Ranmal Dakshina, Ranasinghe Piumini, Paranayapa Thivindu, Meedeniya Dulani, Perera Charith
Department of Computer Science & Engineering, University of Moratuwa, Moratuwa 10400, Sri Lanka.
School of Computer Science and Informatics, Cardiff University, Cardiff CF24 3AA, UK.
Sensors (Basel). 2024 Jun 9;24(12):3749. doi: 10.3390/s24123749.
The combination of deep-learning and IoT plays a significant role in modern smart solutions, providing the capability of handling task-specific real-time offline operations with improved accuracy and minimised resource consumption. This study provides a novel hardware-aware neural architecture search approach called ESC-NAS, to design and develop deep convolutional neural network architectures specifically tailored for handling raw audio inputs in environmental sound classification applications under limited computational resources. The ESC-NAS process consists of a novel cell-based neural architecture search space built with 2D convolution, batch normalization, and max pooling layers, and capable of extracting features from raw audio. A black-box Bayesian optimization search strategy explores the search space and the resulting model architectures are evaluated through hardware simulation. The models obtained from the ESC-NAS process achieved the optimal trade-off between model performance and resource consumption compared to the existing literature. The ESC-NAS models achieved accuracies of 85.78%, 81.25%, 96.25%, and 81.0% for the FSC22, UrbanSound8K, ESC-10, and ESC-50 datasets, respectively, with optimal model sizes and parameter counts for edge deployment.

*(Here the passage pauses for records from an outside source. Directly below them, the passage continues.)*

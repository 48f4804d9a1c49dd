// Fleet reach over HTTP: the organisation page and its CSV against each device's own reach, the
// app shell's search box, CIDR sources on the device pages, and bad input as clear 400s.
// Semantics: PRODUCT.md §3; groups of sources: docs/engine.md "Sources as blocks".

import { readFileSync } from "node:fs";
import { beforeAll, describe, expect, test } from "vitest";
import { parseCsv } from "#server/formats/csv";
import { compileModel, parseModel, reachGroups, traceGroups } from "#server/engine/index";
import { DEMO_PASSWORDS, signUpNewOrganisation, TestClient } from "../support/client";
import { plain, UUID, visibleText } from "../support/html";

const AT = "2026-12-02T16:00:00Z"; // a Wednesday, inside clf-fw-01's vendor window (10:00 in Chicago)
const ORG = "/o/lanternfield";

let engineer: TestClient;
const deviceIds = new Map<string, string>();

beforeAll(async () => {
  engineer = new TestClient();
  expect((await engineer.signIn(...DEMO_PASSWORDS.engineer)).status).toBe(302);
  const fleet = await engineer.get(`${ORG}/devices`);
  for (const match of fleet.text.matchAll(new RegExp(`href="${ORG}/devices/(${UUID})"[^>]*>([^<]+)<`, "g"))) deviceIds.set(match[2], match[1]);
  expect(deviceIds.size).toBeGreaterThanOrEqual(6);
});

function demoDevice(name: string) {
  const parsed = parseModel(JSON.parse(readFileSync(new URL(`../../seeders/devices/${name}.json`, import.meta.url), "utf8")));
  if (!parsed.ok) throw new Error(`demo model ${name} invalid`);
  return compileModel(parsed.model);
}

/** The CSV's rows as records keyed by its header. */
function records(text: string): Record<string, string>[] {
  const [header, ...rows] = parseCsv(text);
  return rows.map((row) => Object.fromEntries(header.map((name, index) => [name, row[index]])));
}

/** What a row answers, in the columns fleet reach and device reach share. */
const answerOf = (row: Record<string, string>) => JSON.stringify([row.interface, row.to, row.service, row.sources, row.source_count, row.outcome, row.deciding_layer, row.rule_id, row.eligible_accounts, row.detail]);

// Addresses and blocks from the demo's story (seeders/devices/README.md): a scanner, the NOC,
// the vendor's support network, an inside LAN, and an IPv6 block.
const SOURCES = ["203.0.113.7", "198.51.100.70", "203.0.113.0/24", "198.51.100.64/27", "172.16.28.0/24", "2001:db8:4c46::/48"];

describe("Fleet reach", () => {
  test.each(SOURCES)("equals each demo device's own reach, row for row, from %s", async (from) => {
    const fleet = await engineer.get(`${ORG}/reach.csv?${new URLSearchParams({ from, at: AT })}`);
    expect(fleet.status).toBe(200);
    const rows = records(fleet.text);
    for (const [name, id] of deviceIds) {
      const own = await engineer.get(`${ORG}/devices/${id}/reach.csv?${new URLSearchParams({ from, at: AT })}`);
      expect(own.status).toBe(200);
      const expected = records(own.text).map(answerOf).sort();
      const shown = rows.filter((row) => row.device_id === id);
      expect(shown.map(answerOf).sort(), name).toEqual(expected);
      expect(new Set(shown.map((row) => row.device))).toEqual(new Set([name]));
    }
    // Every row is one of the devices', and the whole list is most exposed first.
    expect(rows.every((row) => [...deviceIds.values()].includes(row.device_id))).toBe(true);
    const ranks = rows.map((row) => ["silent", "refused", "answered", "login-denied", "login-mfa", "login-password"].indexOf(row.outcome));
    expect(ranks).toEqual([...ranks].sort((a, b) => b - a));
  });

  test("A block is answered per group of its sources, as the engine groups them on the same model", async () => {
    const fleet = await engineer.get(`${ORG}/reach.csv?${new URLSearchParams({ from: "203.0.113.0/24", at: AT, role: "wan", service: "https" })}`);
    const rows = records(fleet.text).filter((row) => row.device === "clf-fw-01");
    const engine = reachGroups(demoDevice("clf-fw-01"), "203.0.113.0/24", AT, { roles: ["wan"], services: ["https"] });
    expect(rows.map((row) => [row.sources, row.source_count, row.outcome]).sort()).toEqual(engine.results.flatMap((cell) => cell.groups.map((group) => [group.sources.join(" "), group.count, group.outcome])).sort());
    // seeders/devices/README.md: the vendor's 203.0.113.128/27 gets the web console's login in the window (RFC 4632 §3.1: a /27 holds 32 addresses).
    expect(rows.find((row) => row.outcome === "login-mfa")).toMatchObject({ sources: "203.0.113.128/27", source_count: "32", rule_id: "vendor-web-in-window" });
  });

  test("An engineer filters to wan interfaces and one service; the page, its headline and its CSV show only those", async () => {
    const query = new URLSearchParams({ from: "203.0.113.7", at: AT, role: "wan", service: "https" });
    const page = await engineer.get(`${ORG}/reach?${query}`);
    expect(page.status).toBe(200);
    const csv = records((await engineer.get(`${ORG}/reach.csv?${query}`)).text);
    expect(csv.length).toBeGreaterThan(0);
    expect(csv.every((row) => row.role === "wan" && row.service === "https")).toBe(true);
    // One wan https row per device with a wan interface; the headline counts devices by what they show.
    const answered = new Set(csv.filter((row) => row.outcome !== "silent").map((row) => row.device_id)).size;
    expect(visibleText(page.text).replace(/\s+/g, " ")).toMatch(new RegExp(`203\\.0\\.113\\.7 gets an answer from ${answered} of ${deviceIds.size} devices`));
    expect(plain(page.text)).toMatch(/<input[^>]*name="role" checked=""[^>]*value="wan"/);
  });

  test("A block wider than its family, a malformed time, an unknown role or site is a 400 in words, the typed source kept", async () => {
    const wide = await engineer.get(`${ORG}/reach?from=${encodeURIComponent("203.0.113.0/33")}`);
    expect(wide.status).toBe(400);
    expect(visibleText(wide.text)).toContain('"203.0.113.0/33" is wider than IPv4 allows: a prefix length is /0 to /32'); // RFC 4632 §3.1
    expect(plain(wide.text)).toContain('value="203.0.113.0/33"');
    const wideCsv = await engineer.get(`${ORG}/reach.csv?from=${encodeURIComponent("2001:db8::/129")}`);
    expect(wideCsv.status).toBe(400);
    expect(wideCsv.text).toContain("wider than IPv6 allows"); // RFC 4291 §2.3
    const hostBits = await engineer.get(`${ORG}/reach?from=${encodeURIComponent("203.0.113.7/24")}`);
    expect(hostBits.status).toBe(400);
    expect(visibleText(hostBits.text)).toContain("the block is 203.0.113.0/24");
    for (const bad of ["from=203.0.113.7&at=next-tuesday", "from=203.0.113.7&role=outside", "from=203.0.113.7&site=not-a-site", `from=${"1".repeat(200)}`, "from=", "from=203.0.113.7&service=%3Cscript%3E"]) {
      expect((await engineer.get(`${ORG}/reach?${bad}`)).status, bad).toBe(400);
    }
  });

  test("Another organisation's member asking gets their own fleet, never the demo's devices", async () => {
    const { client, slug } = await signUpNewOrganisation("fleet-reach");
    const csv = await client.get(`/o/${slug}/reach.csv?from=203.0.113.7`);
    expect(csv.status).toBe(200);
    expect(records(csv.text)).toEqual([]);
    expect((await client.get(`${ORG}/reach?from=203.0.113.7`)).status).toBe(404);
  });
});

describe("The app shell's search box", () => {
  test("An address or CIDR block opens fleet reach; a name searches the fleet table", async () => {
    for (const [q, location] of [
      ["203.0.113.7", `${ORG}/reach?from=203.0.113.7`],
      ["203.0.113.0/24", `${ORG}/reach?from=203.0.113.0%2F24`],
      ["2001:db8::1", `${ORG}/reach?from=2001%3Adb8%3A%3A1`],
      ["203.0.113.0/33", `${ORG}/reach?from=203.0.113.0%2F33`],
      ["clf-gw", `${ORG}/devices?q=clf-gw`],
      ["", `${ORG}/devices`],
    ]) {
      const response = await engineer.get(`${ORG}/search?${new URLSearchParams({ q })}`);
      expect(response.status, q).toBe(302);
      expect(response.location, q).toBe(location);
    }
    const page = await engineer.get(`${ORG}/devices`);
    expect(plain(page.text)).toMatch(/<form[^>]*action="\/o\/lanternfield\/search"[^>]*role="search"|<form[^>]*role="search"[^>]*action="\/o\/lanternfield\/search"/);
  });
});

describe("CIDR sources and the interface filter on a device's pages", () => {
  test("Reach filtered to one interface shows only its rows, and its headline counts only what it shows", async () => {
    const id = deviceIds.get("clf-gw-02");
    const [filtered, csv] = await Promise.all([
      engineer.get(`${ORG}/devices/${id}/reach?${new URLSearchParams({ from: "203.0.113.50", at: AT, interface: "outside" })}`),
      engineer.get(`${ORG}/devices/${id}/reach.csv?${new URLSearchParams({ from: "203.0.113.50", at: AT, interface: "outside" })}`),
    ]);
    expect(filtered.status).toBe(200);
    const rows = records(csv.text);
    expect(new Set(rows.map((row) => row.interface))).toEqual(new Set(["outside"]));
    const logins = rows.filter((row) => row.outcome.startsWith("login-")).length;
    const everywhere = reachGroups(demoDevice("clf-gw-02"), "203.0.113.50", AT).results.filter((cell) => cell.groups[0].outcome.startsWith("login-")).length;
    // seeders/devices/README.md: inside answers with the login too, so the filter changes the count.
    expect(everywhere).toBeGreaterThan(logins);
    expect(visibleText(filtered.text)).toContain(`reaches ${logins} services with a login`);
    const unknown = await engineer.get(`${ORG}/devices/${id}/reach?from=203.0.113.50&interface=nowhere`);
    expect(unknown.status).toBe(400);
    expect(visibleText(unknown.text)).toContain('This device has no interface "nowhere"');
  });

  test("The trace API answers a block per group, exactly as the engine groups it", async () => {
    const id = deviceIds.get("clf-gw-02");
    const probe = { from: "203.0.113.0/24", interface: "outside", service: "https", at: AT };
    const response = await engineer.get(`${ORG}/devices/${id}/api/trace?${new URLSearchParams(probe)}`);
    expect(response.status).toBe(200);
    expect(JSON.parse(response.text)).toEqual(JSON.parse(JSON.stringify(traceGroups(demoDevice("clf-gw-02"), probe))));
    const wide = await engineer.get(`${ORG}/devices/${id}/api/trace?${new URLSearchParams({ ...probe, from: "203.0.113.0/40" })}`);
    expect(wide.status).toBe(400);
    expect(JSON.parse(wide.text).error).toContain("wider than IPv4 allows");
  });
});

深度学习与物联网的结合在现代智能解决方案中发挥着重要作用,具备处理特定任务实时离线操作的能力,可提高准确性并将资源消耗降至最低。本研究提出了一种名为ESC-NAS的新型硬件感知神经架构搜索方法,用于设计和开发深度卷积神经网络架构,该架构专门针对在有限计算资源下的环境声音分类应用中处理原始音频输入进行了定制。ESC-NAS过程包括一个基于单元的新型神经架构搜索空间,该空间由二维卷积、批量归一化和最大池化层构建而成,能够从原始音频中提取特征。一种黑盒贝叶斯优化搜索策略探索该搜索空间,并通过硬件仿真对所得模型架构进行评估。与现有文献相比,从ESC-NAS过程中获得的模型在模型性能和资源消耗之间实现了最佳平衡。对于FSC22、UrbanSound8K、ESC-10和ESC-50数据集,ESC-NAS模型分别实现了85.78%、81.25%、96.25%和81.0%的准确率,同时具有适用于边缘部署的最佳模型大小和参数数量。